==== Raw data ====

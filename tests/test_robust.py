"""Robustness: error samples, cone and band averages, first order against Monte Carlo."""

from __future__ import annotations

import math
from dataclasses import replace

import numpy as onp
import pytest

from chiropt.design import design_from_dict
from chiropt.errors import InputError
from chiropt.goals.schema import design_with
from chiropt.robust.analysis import analyse, band_width
from chiropt.robust.average import combine, quantile, sample_quantities
from chiropt.robust.sampling import band_nodes, cone_nodes, make_plan, normal_samples
from chiropt.robust.spec import parse_robust, parse_sigma_text, resolve_sigma
from chiropt.sensitivity import compute_quantities


def _design(wavelengths=(700.0,), **over):
    data = {"lattice": {"kind": "square", "period_nm": 420},
            "particles": [{"shape": "sphere", "radius_nm": 75, "material": "Si"}],
            "substrate": {"material": "SiO2"}, "gap_nm": 0,
            "illumination": {"wavelength_nm": list(wavelengths), "polar_deg": 0},
            "region": {"kind": "plane", "height_nm": 10}, "model": {"lmax": 1}}
    data.update(over)
    return design_from_dict(data)


DESIGN = _design()


def _spec(raw, design=DESIGN):
    return parse_robust(raw, "robust", design.parameters(), design.host_index)


def _plain(q):
    return {k: onp.real(onp.asarray(v, float)) for k, v in q.items()}


@pytest.mark.parametrize("raw", [
    {"sigma": {"radius_nm": 0.0, "period_nm": 0.0}, "samples": 8},
    {"sigma": {"radius_nm": 1e-12, "period_nm": 1e-12}, "samples": 8},
    {"na": 1e-12},
    {"band_nm": 1e-12},
    {"band_nm": 1e-12, "band_shape": "flat"},
])
def test_vanishing_errors_cone_and_band_give_the_nominal_design(raw):
    # the brief: sigma -> 0, NA -> 0 and band -> 0 reproduce the nominal design to 1e-12
    nominal = _plain(compute_quantities(DESIGN))
    plan = make_plan(_spec(raw), DESIGN, seed=4)
    for q in sample_quantities(DESIGN, None, plan):
        for name, v in nominal.items():
            assert abs(float(q[name][0]) - float(v[0])) < 1e-12, name


def test_one_node_combine_is_the_identity_and_ratios_add_their_parts():
    # docs: one direction with weight 1 returns the inputs; g of a sum is the ratio of sums
    # (common practice, no source: incoherent addition of intensities)
    q = {k: v[:, None] for k, v in _plain(compute_quantities(DESIGN)).items()}
    one = combine(q, [1.0], [1.0])
    for k in q:
        assert abs(float(one[k][0]) - float(q[k][0, 0])) < 1e-14, k
    two = combine({k: onp.concatenate([v, 2 * v], axis=1) for k, v in q.items()},
                  [0.5, 0.5], [1.0, 1.0])
    assert abs(float(two["g"][0]) - float(q["g"][0, 0])) < 1e-14  # c and u scale together


def test_cone_average_equals_a_direct_sum_of_separate_evaluations():
    # the brief: the NA average against a direct sum over the same angles, each direction a
    # separately built design; docs/theory.md §12 (S0 ~ (1 + cos^2 t)/2, S3 ~ cos t)
    spec = _spec({"na": 0.3, "polar_points": 2, "azimuth_points": 3})
    plan = make_plan(spec, DESIGN, seed=1)
    (got,) = sample_quantities(DESIGN, None, plan)
    angles, w = cone_nodes(0.3, DESIGN.host_index, 2, 3)
    qs = [_plain(compute_quantities(design_with(DESIGN, {"illumination.polar_deg": t,
                                                          "illumination.azimuth_deg": p})))
          for t, p in angles]
    ct = onp.cos(onp.deg2rad(angles[:, 0]))
    u = sum(wi * q["u"][0] for wi, q in zip(w, qs, strict=True))
    c = sum(wi * q["c"][0] for wi, q in zip(w, qs, strict=True))
    s_0 = [q["s0+1"][0] * (1 + cti ** 2) / 2 for q, cti in zip(qs, ct, strict=True)]
    s_3 = [q["docp+1"][0] * q["s0+1"][0] * cti for q, cti in zip(qs, ct, strict=True)]
    bare = onp.sum(w * ct) / onp.sum(w * (1 + ct ** 2) / 2)
    docp = onp.dot(w, s_3) / onp.dot(w, s_0) / bare
    T = onp.dot(w * ct, [q["T+1"][0] for q in qs]) / onp.sum(w * ct)
    # the directions are solved together, each row keeping the orders and lattice terms of
    # the widest direction: each within the model's tolerance of its own solve
    tol = DESIGN.tolerance
    assert abs(float(got["u"][0]) - u) < tol * abs(u)
    assert abs(float(got["g"][0]) - c / u) < tol * abs(c / u)
    assert abs(float(got["docp+1"][0]) - docp) < tol * abs(docp)
    assert abs(float(got["T+1"][0]) - T) < tol * abs(T)
    assert abs(float(got["g"][0]) - float(qs[0]["g"][0])) > 1e-6  # the cone does something


@pytest.mark.parametrize("lmax", [1, 3])
def test_directions_on_the_wavelength_axis_are_their_own_solves(lmax):
    # common practice, no source: rows of one solve with their own incidence angles (a
    # cone's directions on the wavelength axis) against each direction solved alone, a
    # normal-incidence row among them (its q = 0 order takes the row's own azimuth): the
    # same direction repeated is the single solve to 1e-12; different directions agree to
    # the model's tolerance (each row keeps the orders and lattice terms of the widest)
    design = _design(model={"lmax": lmax})
    polar, azimuth = onp.array([0.0, 7.0, 12.0, 7.0]), onp.array([40.0, 10.0, 75.0, 130.0])
    rows = design.with_wavelengths([690.0] * 4)
    both = _plain(compute_quantities(rows, {"illumination.wavelength_nm": onp.full(4, 690.0),
                                            "illumination.polar_deg": polar,
                                            "illumination.azimuth_deg": azimuth}))
    same = _plain(compute_quantities(rows, {"illumination.wavelength_nm": onp.full(4, 690.0),
                                            "illumination.polar_deg": onp.full(4, 7.0),
                                            "illumination.azimuth_deg": onp.full(4, 10.0)}))
    for i, (t, f) in enumerate(zip(polar, azimuth, strict=True)):
        alone = _plain(compute_quantities(design_with(
            design.with_wavelengths([690.0]),
            {"illumination.polar_deg": float(t), "illumination.azimuth_deg": float(f)})))
        for name in ("u", "c", "g", "docp+1", "docp-1", "s0+1", "R+1", "T-1", "A+1"):
            ref = float(alone[name][0])
            assert abs(both[name][i] - ref) < design.tolerance * max(abs(ref), 1e-3), name
            if (t, f) == (7.0, 10.0):
                onp.testing.assert_allclose(same[name], ref, rtol=1e-12, atol=1e-14)
    assert abs(both["g"][1] - both["g"][2]) > 1e-6   # the rows differ


def test_cone_nodes_are_uniform_in_solid_angle_inside_the_aperture():
    # Gauss-Legendre in cos(theta) (Abramowitz & Stegun 1964, 25.4.29): the mean of cos t
    # over a cone of half angle a, uniform in solid angle, is (1 + cos a) / 2
    angles, w = cone_nodes(0.5, 1.0, 3, 5)
    a = math.asin(0.5)
    assert abs(onp.sum(w) - 1.0) < 1e-14
    assert onp.all(angles[:, 0] < math.degrees(a))
    assert abs(onp.dot(w, onp.cos(onp.deg2rad(angles[:, 0]))) - (1 + math.cos(a)) / 2) < 1e-14


def test_cone_around_an_oblique_direction_keeps_its_axis():
    # common practice, no source: the weighted mean direction of a cone is along its axis
    angles, w = cone_nodes(0.4, 1.0, 3, 6, axis_deg=(30.0, 45.0))
    t, p = onp.deg2rad(angles[:, 0]), onp.deg2rad(angles[:, 1])
    v = onp.stack([onp.sin(t) * onp.cos(p), onp.sin(t) * onp.sin(p), onp.cos(t)], -1)
    m = w @ v
    m /= onp.linalg.norm(m)
    axis = [math.sin(math.radians(30)) * math.cos(math.radians(45)),
            math.sin(math.radians(30)) * math.sin(math.radians(45)), math.cos(math.radians(30))]
    assert onp.allclose(m, axis, atol=1e-12)


def test_square_lattice_cone_average_does_not_depend_on_the_azimuth_origin():
    # the brief: a square lattice's cone average is independent of the azimuth origin; the
    # response has period 90 deg in azimuth (C4 symmetry: only harmonics 4k), and N equally
    # spaced azimuths integrate every harmonic below N exactly, so with 12 of them only the
    # 12th aliases, tiny at this small NA (common practice, no source)
    turn = [float(onp.real(compute_quantities(DESIGN, {"illumination.polar_deg": 8.0,
                                                       "illumination.azimuth_deg": p})["u"][0]))
            for p in (23.0, 113.0)]
    assert abs(turn[0] - turn[1]) < 1e-10
    base = {"na": 0.15, "polar_points": 2, "azimuth_points": 12}
    out = []
    for origin in (0.0, 17.0):
        spec = replace(_spec(base), azimuth_origin_deg=origin)
        (q,) = sample_quantities(DESIGN, None, make_plan(spec, DESIGN, 1))
        out.append(q)
    for k in ("u", "g", "docp+1", "T+1"):
        assert abs(float(out[0][k][0]) - float(out[1][k][0])) < 1e-8, k


def test_flat_band_quadrature_matches_a_dense_average():
    # Gauss-Legendre with 5 nodes integrates degree-9 polynomials exactly (A&S 25.4.29);
    # a smooth 20 nm band agrees with a 401-point trapezoid of the same ratio of averages
    spec = _spec({"band_nm": 20.0, "band_shape": "flat", "band_points": 5})
    (q,) = sample_quantities(DESIGN, None, make_plan(spec, DESIGN, 1))
    wl = onp.linspace(690.0, 710.0, 401)
    dense = _plain(compute_quantities(DESIGN.with_wavelengths(wl)))
    u, c = onp.trapezoid(dense["u"], wl), onp.trapezoid(dense["c"], wl)
    assert abs(float(q["u"][0]) - u / 20.0) < 1e-6
    assert abs(float(q["g"][0]) - c / u) < 1e-6


def test_gaussian_band_nodes_have_the_stated_width():
    # Gauss-Hermite nodes (A&S 25.4.46) reproduce the weight's variance; FWHM = 2 sqrt(2 ln 2) s
    x, w = band_nodes(10.0, "gaussian", 5)
    sigma = 10.0 / (2 * math.sqrt(2 * math.log(2)))
    assert abs(onp.dot(w, x)) < 1e-12 and abs(onp.dot(w, x ** 2) - sigma ** 2) < 1e-10


def test_band_width_of_a_lorentzian_is_its_fwhm():
    # a Lorentzian 1 + h / (1 + ((l - l0) / gamma)^2) has full width 2 gamma at half height
    # above its baseline (common practice, no source)
    wl = onp.linspace(600, 800, 2001)
    v = 1.0 + 3.0 / (1.0 + ((wl - 700.0) / 6.0) ** 2)
    assert abs(band_width(wl, v, 700.0, 1.0) - 12.0) < 1e-3
    assert math.isnan(band_width(wl, 1.0 + 0.0 * wl + 1e-3 * (wl - 600), 700.0, 1.0))


def test_sobol_normals_and_quantiles():
    # scrambled Sobol (scipy.stats.qmc, reference library) through the normal inverse CDF:
    # 256 points give the first two moments closely; quantile = numpy's linear percentile
    z = normal_samples(2, 256, seed=3)
    assert onp.all(abs(z.mean(axis=0)) < 0.01) and onp.all(abs(z.std(axis=0) - 1) < 0.02)
    assert onp.array_equal(z, normal_samples(2, 256, seed=3))
    assert not onp.array_equal(z, normal_samples(2, 256, seed=4))
    v = onp.random.default_rng(0).normal(size=37)
    for p in (0.1, 0.5, 0.9):
        assert abs(float(quantile(v, p)) - onp.percentile(v, 100 * p)) < 1e-14


def test_first_order_matches_monte_carlo_for_small_errors_on_a_smooth_metric():
    # delta method (Casella & Berger 2002, §5.5.4): for small sigma the metric is normal with
    # variance sum (sigma_k d_k)^2; Monte Carlo agrees within its standard error
    spec = _spec({"sigma": {"radius_nm": 0.05, "period_nm": 0.1}, "samples": 128})
    r = analyse(DESIGN, spec, at_nm=700.0, seed=2, metrics=("u", "docp"), scan=False)
    for m in ("u", "docp"):
        a = r["metrics"][m]["agreement"]
        assert a["first_order"] == "agrees", (m, a)
        assert abs(a["variance_mc"] / a["variance_first_order"] - 1.0) < 0.1


def test_first_order_fails_at_a_resonance():
    # at a sharp lattice resonance (absorption peak near the first Rayleigh anomaly) the
    # metric is curved on the scale of sigma: the first-order variance and mean miss the
    # Monte Carlo ones (delta method validity, Casella & Berger 2002, §5.5.4)
    design = _design(host_index=1.45)
    wl = onp.linspace(615.0, 660.0, 181)
    A = onp.real(onp.asarray(compute_quantities(design.with_wavelengths(wl))["A+1"]))
    peak = float(wl[int(onp.argmax(A))])
    spec = _spec({"sigma": {"radius_nm": 3.0, "period_nm": 2.0}, "samples": 128}, design)
    r = analyse(design, spec, at_nm=peak, seed=2, metrics=("A",), scan=False)
    a = r["metrics"]["A"]["agreement"]
    assert a["first_order"] == "fails"
    assert r["metrics"]["A"]["monte_carlo"]["mean"] < r["metrics"]["A"]["nominal"]  # at a peak


def test_shared_error_moves_every_named_quantity():
    # a bare last component names every quantity ending in it: one shared error
    d = _design(particles=[{"shape": "sphere", "radius_nm": 60, "material": "Si"},
                           {"shape": "sphere", "radius_nm": 50, "material": "Si",
                            "position_nm": [210, 210]}])
    spec = _spec({"sigma": {"radius_nm": 2.0}, "samples": 16}, d)
    (term,) = spec.errors
    assert term.paths == ("particles[0].radius_nm", "particles[1].radius_nm")
    plan = make_plan(spec, d, 1)
    assert onp.array_equal(plan.offsets[:, 0], plan.offsets[:, 1])
    both = resolve_sigma("particles[0].radius_nm+particles[1].radius_nm", d.parameters(), "k")
    assert both == term.paths


@pytest.mark.parametrize("raw, key, words", [
    ({"na": 1.6}, "robust.na", ["allowed", "< 1", "host index"]),
    ({"na": -0.1}, "robust.na", ["allowed >= 0"]),
    ({"band_nm": -2}, "robust.band_nm", ["allowed >= 0", "<= 1000"]),
    ({"statistic": "median"}, "robust.statistic", ["mean, p10, p90, worst"]),
    ({"samples": 0}, "robust.samples", ["[1, 4096]"]),
    ({"band_shape": "box"}, "robust.band_shape", ["gaussian, flat"]),
    ({"sigma": {"radius_nm": -1}}, "robust.sigma.radius_nm", ["allowed >= 0"]),
    ({"sigma": {"radus_nm": 1}}, "robust.sigma.radus_nm", ["unknown design quantity",
                                                         "particles[0].radius_nm"]),
    ({"sigma": {"wavelength_nm": 1}}, "robust.sigma.wavelength_nm", ["band_nm"]),
    ({"sigmas": {}}, "robust.sigmas", ["allowed"]),
])
def test_bad_robust_input_names_the_key_and_the_allowed_range(raw, key, words):
    # the helper rules: InputError naming the key path and the allowed range
    with pytest.raises(InputError) as exc:
        _spec(raw)
    assert exc.value.key == key
    for w in words:
        assert w in exc.value.message, exc.value.message


def test_sigma_text_of_the_command_line():
    # common practice, no source: commas inside brackets do not split
    assert parse_sigma_text("radius_nm=3, lattice.period_nm=2") == {
        "radius_nm": 3.0, "lattice.period_nm": 2.0}
    assert parse_sigma_text("particles[0].radius_nm=1") == {"particles[0].radius_nm": 1.0}
    with pytest.raises(InputError, match="--sigma"):
        parse_sigma_text("radius_nm")
    with pytest.raises(InputError, match="expected a number"):
        parse_sigma_text("radius_nm=abc")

====

Problem statement:
Look through the material above and print exactly the lines from the one containing "one = combine(q, [1.0], [1.0])" to the one containing "tol * abs(u)", both included, and nothing more.

Completed task:
    one = combine(q, [1.0], [1.0])
    for k in q:
        assert abs(float(one[k][0]) - float(q[k][0, 0])) < 1e-14, k
    two = combine({k: onp.concatenate([v, 2 * v], axis=1) for k, v in q.items()},
                  [0.5, 0.5], [1.0, 1.0])
    assert abs(float(two["g"][0]) - float(q["g"][0, 0])) < 1e-14  # c and u scale together


def test_cone_average_equals_a_direct_sum_of_separate_evaluations():
    # the brief: the NA average against a direct sum over the same angles, each direction a
    # separately built design; docs/theory.md §12 (S0 ~ (1 + cos^2 t)/2, S3 ~ cos t)
    spec = _spec({"na": 0.3, "polar_points": 2, "azimuth_points": 3})
    plan = make_plan(spec, DESIGN, seed=1)
    (got,) = sample_quantities(DESIGN, None, plan)
    angles, w = cone_nodes(0.3, DESIGN.host_index, 2, 3)
    qs = [_plain(compute_quantities(design_with(DESIGN, {"illumination.polar_deg": t,
                                                          "illumination.azimuth_deg": p})))
          for t, p in angles]
    ct = onp.cos(onp.deg2rad(angles[:, 0]))
    u = sum(wi * q["u"][0] for wi, q in zip(w, qs, strict=True))
    c = sum(wi * q["c"][0] for wi, q in zip(w, qs, strict=True))
    s_0 = [q["s0+1"][0] * (1 + cti ** 2) / 2 for q, cti in zip(qs, ct, strict=True)]
    s_3 = [q["docp+1"][0] * q["s0+1"][0] * cti for q, cti in zip(qs, ct, strict=True)]
    bare = onp.sum(w * ct) / onp.sum(w * (1 + ct ** 2) / 2)
    docp = onp.dot(w, s_3) / onp.dot(w, s_0) / bare
    T = onp.dot(w * ct, [q["T+1"][0] for q in qs]) / onp.sum(w * ct)
    # the directions are solved together, each row keeping the orders and lattice terms of
    # the widest direction: each within the model's tolerance of its own solve
    tol = DESIGN.tolerance
    assert abs(float(got["u"][0]) - u) < tol * abs(u)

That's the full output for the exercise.